Наступил долгожданный день нашего отъезда в Лондон, которого я почти не знал – если не считать кратковременных наездов в детстве, никак не способствовавших постижению того, что зовется столицей. Нынче я имел твердое намерение окунуться с головой в его стихию и добраться до сердцевины.
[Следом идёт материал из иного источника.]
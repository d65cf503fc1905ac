"""Captions: one per figure and per table, and the texts an annotated figure prints as its title and notes.

A journal figure carries no title and no caveats: they live in its caption, written here from the same
functions the annotated figures use, so figure and caption cannot say different things. Formulas are set
in Unicode everywhere ([NiCl₄]²⁻), also inside the study's warnings.
"""

from __future__ import annotations

import re

from ..chem.notation import formula_slug
from ..compute.xtb_engine import XTB_SPIN_WARNING
from ..units import energy_unit
from .markup import formula_unicode, multiplicity_word

AGREEMENT_BAND_KJ_MOL = 10.0  # parity-plot band: typical DFT spin-state error scale (fourfold default)

XTB_NOTE = "GFN2-xTB energies: spin-state gaps are a screen only, not a verdict"
BS_MARK, CONTAMINATED_MARK = "BS", "*"
_GAS_PHASE = re.compile(r"^(?P<formula>.+?) is a (?P<charge>\d+)− anion computed in the gas phase: (?P<rest>.+)$")


def typeset(text: str, formulas) -> str:
    """``text`` with every formula of ``formulas`` in Unicode ('[NiCl4]2-' -> '[NiCl₄]²⁻'), longest first."""
    names = sorted(set(formulas), key=len, reverse=True)
    if not names:
        return text
    return re.sub("|".join(map(re.escape, names)), lambda m: formula_unicode(m.group(0)), text)


def _join(words: list[str]) -> str:
    return words[0] if len(words) == 1 else ", ".join(words[:-1]) + " and " + words[-1]


def merge_gas_phase(warnings) -> list[str]:
    """The study's 'X is a 2− anion computed in the gas phase' warnings as one line (at the first one's place)."""
    found = [(w, _GAS_PHASE.match(w)) for w in warnings]
    anions = [m for _, m in found if m]
    if len(anions) < 2:
        return list(warnings)
    charges = {m["charge"] for m in anions}
    kind = f"{anions[0]['charge']}− anions" if len(charges) == 1 else "anions"
    rest = anions[0]["rest"].replace("its outer electrons", "their outer electrons")
    merged = f"{_join([m['formula'] for m in anions])} are {kind} computed in the gas phase: {rest}"
    out, placed = [], False
    for w, m in found:
        if not m:
            out.append(w)
        elif not placed:
            out.append(merged)
            placed = True
    return out


def _formulas(comparison) -> list[str]:
    return [c.formula for c in comparison.complexes]


def _is_xtb(records) -> bool:
    return any(r.engine == "xtb" and r.energy_hartree is not None for r in records)


def complex_notes(records, formula: str, warnings) -> list[str]:
    """The caveats every energy figure of a complex carries: the xTB one, and the study's warnings that name the
    complex (a dianion in the gas phase, an unbound electron)."""
    notes = [XTB_NOTE] if _is_xtb(records) else []
    return notes + [typeset(w, [formula]) for w in warnings if formula in w and w != XTB_SPIN_WARNING]


def _general_caveats(comparison) -> list[str]:
    """The study's warnings that name no complex (energy basis, exact exchange): for captions of energy figures."""
    return [typeset(w, _formulas(comparison)) for w in comparison.warnings
            if w != XTB_SPIN_WARNING and not any(c.formula in w for c in comparison.complexes)]


def _range(values, digits: int = 2) -> str:
    low, high = min(values), max(values)
    return f"{low:.{digits}f}" if f"{low:.{digits}f}" == f"{high:.{digits}f}" else f"{low:.{digits}f}–{high:.{digits}f}"


def broken_symmetry_note(records) -> str | None:
    """What the BS mark means for the states shown: their ⟨S²⟩ range and whether the energies are projected."""
    bs = [r for r in records if r.broken_symmetry]
    if not bs:
        return None
    s2 = [r.s2 for r in bs if r.s2 is not None]
    text = "BS: broken-symmetry singlet (open-shell UKS solution" + (f", ⟨S²⟩ {_range(s2)})" if s2 else ")")
    projected = [r for r in bs if r.projected_energy_hartree is not None]
    if len(projected) == len(bs):
        return text + "; energy Yamaguchi-projected against the triplet at the same geometry"
    if not projected:
        return text + "; energy unprojected (no triplet at the same geometry)"
    return (text + f"; energy projected for {', '.join(r.name for r in projected)}, unprojected for "
            + ", ".join(r.name for r in bs if r.projected_energy_hartree is None))


def contamination_note(records) -> str | None:
    flagged = [r for r in records if r.spin_contaminated and not r.broken_symmetry]
    if not flagged:
        return None
    s2 = [r.s2 for r in flagged if r.s2 is not None]
    return f"{CONTAMINATED_MARK}: spin contaminated, |⟨S²⟩ − S(S+1)| > 0.1" + (f" (⟨S²⟩ {_range(s2)})" if s2 else "")


# ---- per figure: title and notes ------------------------------------------------------------------------

def ladder_title(c) -> str:
    return f"{formula_unicode(c.formula)}, spin-state ladder ({c.level})"


def ladder_notes(c, warnings) -> list[str]:
    shown = c.held_or_free()
    notes = complex_notes(c.records, c.formula, warnings)
    notes += [n for n in (broken_symmetry_note(shown), contamination_note(shown)) if n]
    missing = [f"{r.name} {multiplicity_word(r.spin2s)} ({r.kind}: {r.status})"
               for r in c.records if r.status != "done"]
    if missing:
        notes.append("not computed: " + "; ".join(missing[:4]) + (" …" if len(missing) > 4 else ""))
    return notes


def d_levels_title(c) -> str:
    return f"{formula_unicode(c.formula)}: d-orbital splitting (barycentre at 0)"


def d_levels_notes(c, has_dft: bool) -> list[str]:
    if not has_dft:
        why = "GFN2-xTB has none" if _is_xtb(c.records) else "no computed state carries them"
        return [f"no projected DFT d levels at level {c.level} ({why}): estimate only"]
    notes = ["DFT: d-dominated Kohn–Sham levels projected on the metal; electrons by aufbau for the state's 2S"]
    if any(r.broken_symmetry and r.d_levels_cm for r in c.held_or_free()):
        notes.append("BS: broken-symmetry singlet, its two unpaired electrons drawn with opposite spins on "
                     "different orbitals (not a closed-shell pair)")
    return notes


def parity_notes(comparison) -> list[str]:
    notes = [XTB_NOTE] if any(_is_xtb(c.records) for c in comparison.complexes) else []
    named = [w for w in comparison.warnings
             if w != XTB_SPIN_WARNING and any(c.formula in w for c in comparison.complexes)]
    notes += [typeset(w, _formulas(comparison)) for w in merge_gas_phase(named)]
    notes.append("ΔE: lowest SP-4 state minus lowest T-4 state (any spin); held relaxations where present")
    return notes


def path_title(c, point_group: str = "D₂d") -> str:
    """``point_group`` as the output sets it (mathtext 'D$_{2d}$' in a figure)."""
    return f"{formula_unicode(c.formula)}, {point_group} path (held relaxations)"


def path_notes(c, warnings, crossings) -> list[str]:
    done = [r for r in c.path_records if r.status == "done" and r.relative_kj_mol is not None]
    notes = complex_notes(done, c.formula, warnings)
    if crossings:
        notes.append("crossings: linear interpolation between neighbouring path points")
    failed = [r for r in c.path_records if r.status != "done"]
    if failed:
        notes.append(f"{len(failed)} path point(s) not computed")
    return notes


# ---- captions -------------------------------------------------------------------------------------------

def _sentences(parts) -> str:
    return " ".join(p if p.endswith(".") else p + "." for p in parts if p)


def _capital(text: str) -> str:
    return text[:1].upper() + text[1:]


def _ladder_caption(c, comparison, unit) -> str:
    kind = "held" if any(r.kind == "held" for r in c.held_or_free()) else "free"
    body = (f"Energies / {unit.header} relative to the complex's lowest computed state: computed ({kind} "
            "relaxations; left bar of each arrangement) beside the ligand-field (AOM) estimate (right bar, relative "
            "to the estimate's lowest state); dotted lines join the same state; numbers beside the bars are the "
            "multiplicity 2S+1")
    notes = ladder_notes(c, comparison.warnings) + _general_caveats(comparison)
    return _sentences([ladder_title(c), body, *map(_capital, notes)])


def _d_levels_caption(c, comparison, unit) -> str:
    has_dft = any(r.d_levels_cm for r in c.held_or_free())
    body = ("d-orbital energies / 10³ cm⁻¹, each column relative to its barycentre. For each arrangement (named "
            "below its panel with the state drawn): the angular-overlap (AOM) estimate"
            + (", and the projected Kohn–Sham d levels of the lowest computed state of that arrangement (DFT)"
               if has_dft else "")
            + "; arrows are the state's d electrons. Levels closer than a label's height are drawn side by side and "
            "named together; primes tell apart separate levels of the same character")
    return _sentences([d_levels_title(c), body, *map(_capital, d_levels_notes(c, has_dft))])


def _parity_caption(comparison, unit) -> str:
    band = unit.from_kj_mol(AGREEMENT_BAND_KJ_MOL)
    body = (f"Estimated against computed ΔE(SP-4 − T-4) / {unit.header} per complex; dashed line: parity; band: "
            f"±{band:.{unit.digits}f} {unit.header}; grey quadrants: estimate and calculation prefer the same "
            "geometry (upper right: both T-4 lower; lower left: both SP-4 lower); circles: same ground state "
            "(arrangement and spin), triangles: different ground states")
    notes = parity_notes(comparison) + _general_caveats(comparison)
    return _sentences([f"{comparison.title}: ligand-field estimate against calculation ({comparison.level})", body,
                       *map(_capital, notes)])


def _path_caption(c, comparison, unit) -> str:
    from ..verdict.comparison import spin_crossings

    crossings = spin_crossings(c.path_records)
    body = (f"Energy / {unit.header} (on the zero of the states table) against the trans L–M–L angle along the D₂d "
            "path from T-4 (109.5°) to SP-4 (180°), per spin state" + (" and SP-4 isomer" if any(
                r.isomer for r in c.path_records) else "") + ("; open circles: spin crossings" if crossings else ""))
    notes = path_notes(c, comparison.warnings, crossings) + _general_caveats(comparison)
    return _sentences([path_title(c), body, *map(_capital, notes)])


def figure_caption(name: str, comparison, unit: str = "kj") -> str:
    """The caption of figure ``name`` (a key of fourfold.report.figures.study_figures)."""
    u = energy_unit(unit)
    if name == "parity":
        return _parity_caption(comparison, u)
    by_slug = {formula_slug(c.formula): c for c in comparison.complexes}
    for prefix, write in (("ladder_", _ladder_caption), ("d_levels_", _d_levels_caption), ("path_", _path_caption)):
        if name.startswith(prefix) and name[len(prefix):] in by_slug:
            return write(by_slug[name[len(prefix):]], comparison, u)
    raise KeyError(f"no caption for figure {name!r}")


def table_caption(table, comparison, unit: str = "kj") -> str:
    """A table's title, the units of its columns and its notes."""
    u = energy_unit(unit)
    units = []
    if any(column.key.endswith(f"_{u.suffix}") for column in table.columns):
        units.append(f"energies in {u.header}")
    if any(column.key.endswith("_cm-1") for column in table.columns) and u.suffix != "cm-1":
        units.append("AOM parameters in cm⁻¹")
    notes = [typeset(n, _formulas(comparison)) for n in merge_gas_phase(table.notes)]
    return _sentences([table.heading("md"), _capital("; ".join(units)) if units else "", *notes])


def captions_markdown(comparison, figure_names, tables, unit: str = "kj") -> str:
    """captions.md: one caption per figure and per table, in the order they are written."""
    lines = [f"# Captions: {comparison.title}", "", "## Figures", ""]
    for name in figure_names:
        lines += [f"**Figure `{name}`.** {figure_caption(name, comparison, unit)}", ""]
    lines += ["## Tables", ""]
    for table in tables:
        lines += [f"**Table `{table.name}`.** {table_caption(table, comparison, unit)}", ""]
    return "\n".join(lines)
Без тени сожаления простился я с нашим роскошным особняком, рассудив, что деревня хороша для домашнего скота и угрюмых личностей, сознательно стремящихся к ее невинным радостям. Не воздавал я прощальной хвалы зеленым лесам, благоухающим полянам, поросшим мхом фонтанам, журчанию рек, что катят свои воды по извилистым руслам, естественным гротам и водопадам – словом, всему набору деревенских сокровищ, воспетых в многочисленных пасторалях и по которым часто вздыхают либо те, кто искренне к ним привязан, либо не знающие их так, как я, но кого они якобы неудержимо влекут к себе. Что до меня, то в ту пору деревня казалась мне последним местом на земле, где я желал бы встретить – разумеется, как можно позже – надвигающуюся старость, разве что деревенский воздух был бы предписан мне по медицинским показаниям в том почтенном возрасте, когда бурление страстей улеглось, а богатый жизненный опыт делает человека наиболее пригодным к утонченным радостям интеллектуального общения.